I did a quick overhaul of the MovementAnalysis class, whose only purpose until now was to calculate endpoint/tool odometry. (I use "endpoint" and "tool" interchangeably throughout the code base, sorry.) Now, it also calculates the work when the disturbance observer is turned on.
I made several classes in RunningStatistic.cs to do much more general calculations on a continually updating signal, such as our robot endpoint position.
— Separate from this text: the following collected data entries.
package dynamic

import (
	"math"

	"evenkeel/limits"
)

// Test is the course of frequency in which a resource shows what it delivers: a straight
// fall at HzPerS (0: at once) to ToHz below nominal, where frequency stays.
type Test struct {
	HzPerS float64
	ToHz   float64
}

// At is the deviation below nominal after t seconds.
func (q Test) At(t float64) float64 {
	if q.HzPerS > 0 {
		return min(q.HzPerS*t, q.ToHz)
	}
	return q.ToHz
}

// Deliver gives what one unit delivers while frequency follows a given course, as a share of
// UpMW, every so many seconds. deviation is in Hz below nominal.
func (s *Simulator) Deliver(u *Unit, nominalHz float64, deviation func(t float64) float64, untilS, everyS float64) []float64 {
	n := int(math.Round(untilS/everyS)) + 1
	out := make([]float64, n)
	m := u.Model
	if m.Kind == Step {
		shape, err := m.Course.Shape()
		if err != nil {
			return out
		}
		set := math.Inf(1)
		for i := range out {
			at := float64(i) * everyS
			if math.IsInf(set, 1) && deviation(at) >= m.LevelHz-1e-12 {
				set = at
				if i > 0 { // where it passed the level
					a, b := deviation(at-everyS), deviation(at)
					if b > a {
						set = at - everyS*(b-m.LevelHz)/(b-a)
					}
				}
			}
			if at >= set {
				out[i] = shape.At(at - set)
			}
		}
		return out
	}
	var l lump
	one := *u
	one.N = 1
	l.prepare(m, 0)
	l.parts = append(l.parts, partOf(&one, nominalHz))
	l.total()
	y, k1, k2, k3, k4, try := make([]float64, l.states), make([]float64, l.states), make([]float64, l.states), make([]float64, l.states), make([]float64, l.states), make([]float64, l.states)
	seen := func(t float64) float64 {
		if t -= l.delay; t >= 0 {
			return deviation(t)
		}
		return 0
	}
	// Steps short beside the shortest lag, of the classic method of order 4.
	fastest := 0.0
	for _, r := range []float64{l.r1, l.r2, l.r3} {
		fastest = max(fastest, r)
	}
	steps := max(1, int(math.Ceil(everyS*fastest/0.2)))
	h := everyS / float64(steps)
	for i := range out {
		at := float64(i) * everyS
		out[i] = l.derive(seen(at), y, k1) / u.UpMW
		for j := range steps {
			t := at + float64(j)*h
			l.derive(seen(t), y, k1)
			add(try, y, k1, h/2)
			l.derive(seen(t+h/2), try, k2)
			add(try, y, k2, h/2)
			l.derive(seen(t+h/2), try, k3)
			add(try, y, k3, h)
			l.derive(seen(t+h), try, k4)
			for x := range y {
				y[x] += h / 6 * (k1[x] + 2*k2[x] + 2*k3[x] + k4[x])
			}
		}
	}
	return out
}

func add(out, y, k []float64, h float64) {
	for i := range out {
		out[i] = y[i] + h*k[i]
	}
}

// ShapeBelow makes a shape of a course sampled every so many seconds that nowhere lies above
// it: straight lines between few of its points, at most within below it where it is smooth,
// lowered where a line would lie above. The last knot is kept for ever, at the least of the
// last tenth of the course.
func ShapeBelow(share []float64, everyS, within float64) (limits.Shape, error) {
	n := len(share)
	at := []int{0}
	for i := 0; i < n-1; {
		// The farthest point that a line reaches without leaving the samples by more than within.
		j := i + 1
		for step := 2; i+step < n && fits(share, i, i+step, within); step *= 2 {
			j = i + step
		}
		lo, hi := j, min(n-1, i+2*(j-i))
		for lo < hi {
			if mid := (lo + hi + 1) / 2; fits(share, i, mid, within) {
				lo = mid
			} else {
				hi = mid - 1
			}
		}
		i = lo
		at = append(at, i)
	}
	lower := make([]float64, len(at))
	for k := 1; k < len(at); k++ {
		over, slope := 0.0, (share[at[k]]-share[at[k-1]])/float64(at[k]-at[k-1])
		for x := at[k-1] + 1; x < at[k]; x++ {
			over = max(over, share[at[k-1]]+slope*float64(x-at[k-1])-share[x])
		}
		lower[k-1], lower[k] = max(lower[k-1], over), max(lower[k], over)
	}
	last := share[n-1]
	for _, v := range share[n-max(1, n/10):] {
		last = min(last, v)
	}
	var knots []limits.Knot
	for k, i := range at {
		v := share[i]
		if lower[k] > 1e-9 {
			v -= lower[k]
		}
		if k == len(at)-1 {
			v = min(v, last)
		}
		if k == 0 && v < 0 && share[0] >= 0 {
			v = 0 // nothing is delivered before the loss
			knots = append(knots, limits.Knot{S: 0, Share: 0})
			continue
		}
		knots = append(knots, limits.Knot{S: float64(i) * everyS, Share: min(max(v, -1), 1)})
	}
	return limits.NewShape(knots)
}

// fits tells whether all samples between i and j lie near to the line from i to j.
func fits(share []float64, i, j int, within float64) bool {
	slope := (share[j] - share[i]) / float64(j-i)
	for k := i + 1; k < j; k++ {
		if math.Abs(share[i]+slope*float64(k-i)-share[k]) > within {
			return false
		}
	}
	return true
}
The idea is we can build off of this to calculate other metrics in the future.
The base class called RunningStatistic is really meant to just encapsulate the correct behavior for values that you want to be able to pause, unpause, and reset. For example, anything that you only want to measure while a game is being played.
The kind of middle-man classes of RunningStatisticScalar and RunningStatisticVector are basically just applying filtering if we need it, so in the future if I were to redesign this I would probably do that differently. Similarly, the way the vector versions can accept one or two inputs is not the cleanest or most elegant solution, but I think it's all good enough for now. Also, I tend to make a "scalar" and "vector" version of most things like this, even if I'm only using one of them, so I don't have to make it in the future. That's why there's RunningStatisticScalar and RunningStatisticVector, etc.
The final things I calculate are ToolWork in Newton-meters and UserEffort in Joules, which are interchangeable units, but the latter implies energy. @tn and I discussed this, and he suggested that Calories might be the most useful units for reporting effort.